CiSCI data was assigned to more and less affected sides based upon a summation of sensory and motor scores for each of the lower limbs. Laterality, however, was mainly determined by the sensory component, as the motor scores were in all cases almost symmetrical. Reference data from healthy controls was averaged for both sides. All side-dependent results are reported for the more affected limb unless the limbs showed strikingly different patterns.

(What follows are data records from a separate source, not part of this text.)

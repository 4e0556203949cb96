"""The model specification: validated up front, parsed as plain data only.

A spec is a JSON-able dict (docs/contract.md §2). ``parse_spec`` checks every key against the data's
columns and returns a ``ModelSpec``; every problem raises ``SpecError`` naming the part.
"""

from __future__ import annotations

import math
import re
import unicodedata
from dataclasses import dataclass, field
from typing import Any

import numpy as np
import pandas as pd

from core.errors import SpecError
from core.model.covariance import COVARIANCE_KINDS
from core.model.transforms import Category, ShiftedLog, Transform, parse_transform

TOP_KEYS = {
    "outcome",
    "regressors",
    "estimator",
    "covariance",
    "cluster",
    "weights",
    "at",
    "name",
    "predict",
    "time",
    "lags",
    "scenarios",
    "bootstrap",
    "sweep",  # validated by core.inference.sweep (docs/contract.md §2.13)
    "absorb",
}
# The most fixed-effect factors absorbed at once (each more adds sweeps of alternating projections).
MAX_ABSORBED = 4
OUTCOME_KEYS = {"column", "transform", "unit"}
REGRESSOR_KEYS = {"column", "transform", "change", "reference", "unit", "by", "at"}
# The most values of a moderator the effects of one regressor are given at (docs/contract.md §2.4).
MAX_GROUPS = 24
UNIT_MAX_CHARS = 40
ESTIMATORS = ("ols", "ppml")
SCENARIO_KEYS = {"name", "changes"}
BOOTSTRAP_KEYS = {"draws", "seed", "cluster"}
# A log shift above this many times a column's largest size makes log(x + c) a straight line
# to within rounding (x/c near 1e-10 against rounding of 1e-16 of log c): refused.
MAX_SHIFT_RATIO = 1e10
# Bounds on the bootstrap draws (BCa needs about a thousand; each draw is one small solve).
MIN_DRAWS, MAX_DRAWS = 50, 100_000

_PERCENT = re.compile(r"^([+-])\s*(\d+(?:\.\d*)?|\.\d+)\s*%$")
_UNITS = re.compile(r"^([+-])\s*(\d+(?:\.\d*)?(?:e[+-]?\d+)?|\.\d+)$", re.IGNORECASE)
_ARROW = re.compile(r"^(.+?)\s*->\s*(.+)$")


@dataclass(frozen=True)
class Change:
    """A change of one regressor in original units.

    kind 'percent': x -> x * (1 + amount/100); 'units': x -> x + amount;
    'switch': from ``start`` to ``end`` (numbers, or category levels as strings).
    """

    text: str
    kind: str
    amount: float = 0.0
    start: Any = None
    end: Any = None

    def apply(self, x: Any) -> Any:
        if self.kind == "percent":
            return x * (1.0 + self.amount / 100.0)
        if self.kind == "units":
            return x + self.amount
        return self.end

    def scaled(self, factor: float) -> Change:
        """The same kind of change, ``factor`` times as large (for gap charts)."""
        amount = self.amount * factor
        sign = "+" if amount >= 0 else "-"
        suffix = "%" if self.kind == "percent" else ""
        return Change(text=f"{sign}{abs(amount):g}{suffix}", kind=self.kind, amount=amount)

All statistics for time-discrete parameters were calculated in SPSS (v24, IBM Corp., USA). Age, height and weight were normality-verified and compared between groups with unpaired t-tests. All other parameters were verified for normality (Shapiro-Wilk), homogeneity of variances (Levene’s), and sphericity (Mauchly), and subsequently compared between BWS levels using a two-way ANCOVA (group x BWS) with one repeated factor (BWS) and age as a covariate. If a significant interaction or BWS main effect was detected, the factor group was fixed and the model repeated. In all cases, simple a-priori contrasts to baseline with a Sidak correction were performed and are reported when eligible. Continuous data was compared in Matlab analogously using a two-way ANOVA (group x BWS) with one repeated factor (BWS) from the spm1d package (v0.4.0; www.​spm1d.​org) for one-dimensional (time-continuous) data [52, 53]. Main group BWS effects were investigated via paired t-tests with appropriate Bonferroni correction (p = 0.05/5) within each group. All results are reported as means ± standard deviation (SD).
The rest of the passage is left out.